So I'm saying in regard to mpeg4, with Tivo clearly having to rework the Roamio software, and perhaps fixing the TivoHD software as well, it's reasonable to think Tivo might (and I stress might) update the S3 648. Not saying it's likely, just saying that mpeg4 seemingly is getting attention and resources, and S3 648 might get rolled in. So it's a valid question and worth waiting and seeing. And with this test, there might be some answers soon on mpeg4 as far as a TivoHD mpeg4 fix and integration for S3 648.


----------



## wtkflhn (May 12, 2006)

Attn: TIVOYAHOO. It's my understanding that there are hardware issues that stop the S3/648 from getting MPEG4 H.264 broadcasts. Not software issue.


----------



## tivoyahoo (Sep 4, 2003)

wtkflhn said:


> It's my understanding that there are hardware issues that stop the S3/648 from getting MPEG4 H.264 broadcasts. Not software issue.

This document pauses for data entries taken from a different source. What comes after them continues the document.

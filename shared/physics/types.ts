/**
 * Plain, JSON-serialisable data exchanged with the numeric core (stored as jsonb, sent to the
 * browser). Conventions follow the physics contract: photon A is the first tensor factor,
 * basis order HH, HV, VH, VV (generally: binary order with H = 0, V = 1, photon A most
 * significant).
 */

/** A complex matrix as two real matrices of the same shape. */
export interface DensityMatrix {
  re: number[][];
  im: number[][];
}

/** A complex column vector as two real arrays. */
export interface StateVector {
  re: number[];
  im: number[];
}

export type Letter = "H" | "V" | "D" | "A" | "R" | "L";

/** Circular-polarisation convention of the setup; stored with every run. */
export type Handedness = "R=H+iV" | "R=H-iV";

export type Port = "transmitted" | "reflected";

/** Deviations of one waveplate from its nominal behaviour. */
export interface PlateCalibration {
  /** Angle of the true fast axis minus the angle read on the mount, degrees. */
  fastAxisOffsetDeg?: number;
  /** Retardance minus nominal (90° for a QWP, 180° for an HWP), degrees of phase. */
  retardanceErrorDeg?: number;
}

export interface ArmCalibration {
  qwp?: PlateCalibration;
  hwp?: PlateCalibration;
}

/** Waveplate angles turned in one arm and the PBS port that was counted. */
export interface ArmAngles {
  qwpDeg: number;
  hwpDeg: number;
  port?: Port;
}

/**
 * One measured row. `setting` is either a label such as "HV" (one letter per photon,
 * photon A first) or the waveplate angles of every arm.
 */
export interface CountsRow {
  setting: string | ArmAngles[];
  counts: number;
  /** Exposure in seconds (default 1). */
  seconds?: number;
  singlesA?: number;
  singlesB?: number;
  /** Relative efficiency of the detector pair that recorded this row (default 1). */
  efficiency?: number;
  /** Drift monitor reading for this row (any unit, e.g. a power meter or summed singles). */
  monitor?: number;
}

export interface SetupConventions {
  handedness?: Handedness;
  /** One entry per photon, photon A first; missing entries mean ideal plates. */
  calibration?: ArmCalibration[];
  /**
   * Per photon: true when both PBS ports are counted, so that V, A, L rows were taken at the
   * reflected port of the H, D, R settings (matters only with calibrated plates).
   */
  bothPorts?: boolean[];
}

export type BellName = "phi+" | "phi-" | "psi+" | "psi-";

export type Target =
  | BellName
  | { kind: "vector"; vector: StateVector }
  | { kind: "density"; rho: DensityMatrix };

export type Method = "linear" | "mle" | "projected";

Can you expand on the hardware issues being a limitation? I do remember seeing some discussion on that when what would become 11.0n for the TivoHD was in testing, and Scott offered this info last December:

http://www.tivocommunity.com/tivo-vb/showthread.php?p=10733413#post10733413



HerronScott said:


> The 648 does have an MPEG-4 hardware decoder although it's a separate chip instead of being integrated as it is on the HD. The difference might be they actually have code from the Austrialian HD for MPEG-4 that they can adapt to support MPEG-4 for the US HD model.
> 
> *S3 OLED*
> *CPU: *Broadcom BCM7038 system-on-a-chip, including the MPEG-2 decoder.
> ...


----------



## Wil (Sep 27, 2002)

wtkflhn said:


> Attn: TIVOYAHOO. It's my understanding that there are hardware issues that stop the S3/648 from getting MPEG4 H.264 broadcasts. Not software issue.


There is no such hardware _limitation_. Different hardware, but equally capable of mpeg4 reception. The existing software for the s3 (as opposed to the HD) would have to be modified, while the HD software was already modified years ago.

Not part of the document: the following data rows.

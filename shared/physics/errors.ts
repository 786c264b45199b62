/** Errors the engine raises for bad input; `code` is stable for the API layer to map. */
export type EngineErrorCode = "invalid_input" | "informationally_incomplete" | "no_counts" | "not_two_qubits";

export class EngineInputError extends Error {
  readonly code: EngineErrorCode;
  constructor(code: EngineErrorCode, message: string) {
    super(message);
    this.name = "EngineInputError";
    this.code = code;
  }
}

That has not been done and likely won't be. I'm not even sure there is anyone at Tivo capable of doing it any more and they won't open it up for user patching.


----------



## tivoyahoo (Sep 4, 2003)

Wil said:


> ...the HD software was already modified years ago.

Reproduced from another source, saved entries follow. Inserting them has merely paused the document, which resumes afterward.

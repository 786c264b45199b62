/**
 * Linear inversion: ordinary least squares for σ from the rates r_k = n_k / w_k,
 * min_x Σ_k (Σ_j A_kj x_j − r_k)², x_j = Tr(σ Γ_j) (physics contract §4). For the 16 settings
 * of James et al., Phys. Rev. A 64, 052312 (2001) the system is square and this is their exact
 * inversion (their Eq. (3.13)); for overcomplete sets it is the least-squares solution.
 * Solved through the normal equations AᵀA x = Aᵀ r with a rank-revealing pivoted Cholesky:
 * tomography design matrices are well conditioned (pivot ratios ≥ 1e-3), so squaring the
 * condition number costs no visible accuracy, and the same factorisation tells whether the
 * set is informationally complete.
 */
import type { MeasurementModel } from "./measurementModel";
import { designRow, fromPauliCoefficients, pauliName } from "./pauliBasis";
import { choleskySolve, pivotedCholesky, type PivotedCholesky } from "./linalg/pivotedCholesky";
import type { CMatrix } from "./linalg/complexMatrix";
import { EngineInputError } from "./errors";

export interface LinearSystem {
  photons: number;
  /** d² unknowns */
  params: number;
  rows: number;
  /** Row-major rows × params */
  design: Float64Array;
  /**
   * Column indices of the non-zero design entries of row k: nonzero[nonzeroStart[k] … nonzeroStart[k+1]).
   * Ideal letter states have two non-zero Bloch components, so a row has only 2ⁿ of its 4ⁿ entries.
   */
  nonzero: Int32Array;
  nonzeroStart: Int32Array;
  normal: PivotedCholesky;
}

/** Relative pivot below which the set counts as informationally incomplete. */
export const RANK_TOLERANCE = 1e-10;

export function prepareLinearSystem(model: MeasurementModel): LinearSystem {
  const { photons, rows } = model;
  const p = model.dimension * model.dimension;
  const design = new Float64Array(rows * p);
  for (let k = 0; k < rows; k++) designRow(model.singleRe, model.singleIm, k * photons * 2, photons, design, k * p);
  const { nonzero, nonzeroStart } = sparsity(design, rows, p);
  const gram = new Float64Array(p * p);
  for (let k = 0; k < rows; k++) {
    const o = k * p;
    for (let a = nonzeroStart[k]; a < nonzeroStart[k + 1]; a++) {
      const i = nonzero[a];
      const ai = design[o + i];
      for (let b = nonzeroStart[k]; b <= a; b++) gram[i * p + nonzero[b]] += ai * design[o + nonzero[b]];
    }
  }
  const normal = pivotedCholesky(gram, p, RANK_TOLERANCE);
  if (normal.rank < p) throw incompleteError(gram, p, normal.rank, photons, rows);
  return { photons, params: p, rows, design, nonzero, nonzeroStart, normal };
}

/** σ (unnormalised, Tr σ = estimated pair rate) from the rates; may be non-physical. */
export function linearInversionSigma(system: LinearSystem, rates: Float64Array): CMatrix {
  const { params: p, rows, design, nonzero, nonzeroStart } = system;
  const rhs = new Float64Array(p);
  for (let k = 0; k < rows; k++) {
    const r = rates[k];
    if (r === 0) continue;
    for (let e = nonzeroStart[k]; e < nonzeroStart[k + 1]; e++) rhs[nonzero[e]] += design[k * p + nonzero[e]] * r;
  }
  return fromPauliCoefficients(choleskySolve(system.normal, rhs), system.photons);
}

function sparsity(design: Float64Array, rows: number, p: number): { nonzero: Int32Array; nonzeroStart: Int32Array } {
  const nonzeroStart = new Int32Array(rows + 1);
  const list: number[] = [];
  for (let k = 0; k < rows; k++) {
    for (let j = 0; j < p; j++) if (design[k * p + j] !== 0) list.push(j);
    nonzeroStart[k + 1] = list.length;
  }
  return { nonzero: Int32Array.from(list), nonzeroStart };
}

function incompleteError(gram: Float64Array, p: number, rank: number, photons: number, rows: number): EngineInputError {
  const blind: string[] = [];
  for (let j = 0; j < p; j++) if (gram[j * p + j] === 0) blind.push(pauliName(j, photons));
  const which = blind.length
    ? ` No row is sensitive to the Pauli component${blind.length > 1 ? "s" : ""} ${blind.slice(0, 6).join(", ")}${blind.length > 6 ? ", …" : ""}.`
    : "";
  return new EngineInputError(
    "informationally_incomplete",
    `The ${rows} settings are not informationally complete for ${photons} photon(s): they determine only ${rank} of the ${p} real parameters of the density matrix.${which} Add settings (for example a standard 16- or 36-setting set) before reconstructing.`,
  );
}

11.0n for TivoHD went into testing on this forum Dec 2105 and released Jan 2016:
http://www.tivocommunity.com/tivo-vb/showthread.php?t=535049


----------



## Wil (Sep 27, 2002)

tivoyahoo said:


> 11.0n for TivoHD went into testing on this forum Dec 2105 and released Jan 2016:
> http://www.tivocommunity.com/tivo-vb/showthread.php?t=535049


The relevant portions of 11.0n were written, tested and implemented years ago.


----------



## tivoyahoo (Sep 4, 2003)

Wil said:


> The relevant portions of 11.0n were written, tested and implemented years ago.


do you mean when the mpeg4 portions were written for the Australian HD model? and that 11.0n was just an adaptation of that code for the US? and not much that was original. thank you for the insight / assessment. So based on this:


Wil said:


> I'm not even sure there is anyone at Tivo capable of doing it any more and they won't open it up for user patching.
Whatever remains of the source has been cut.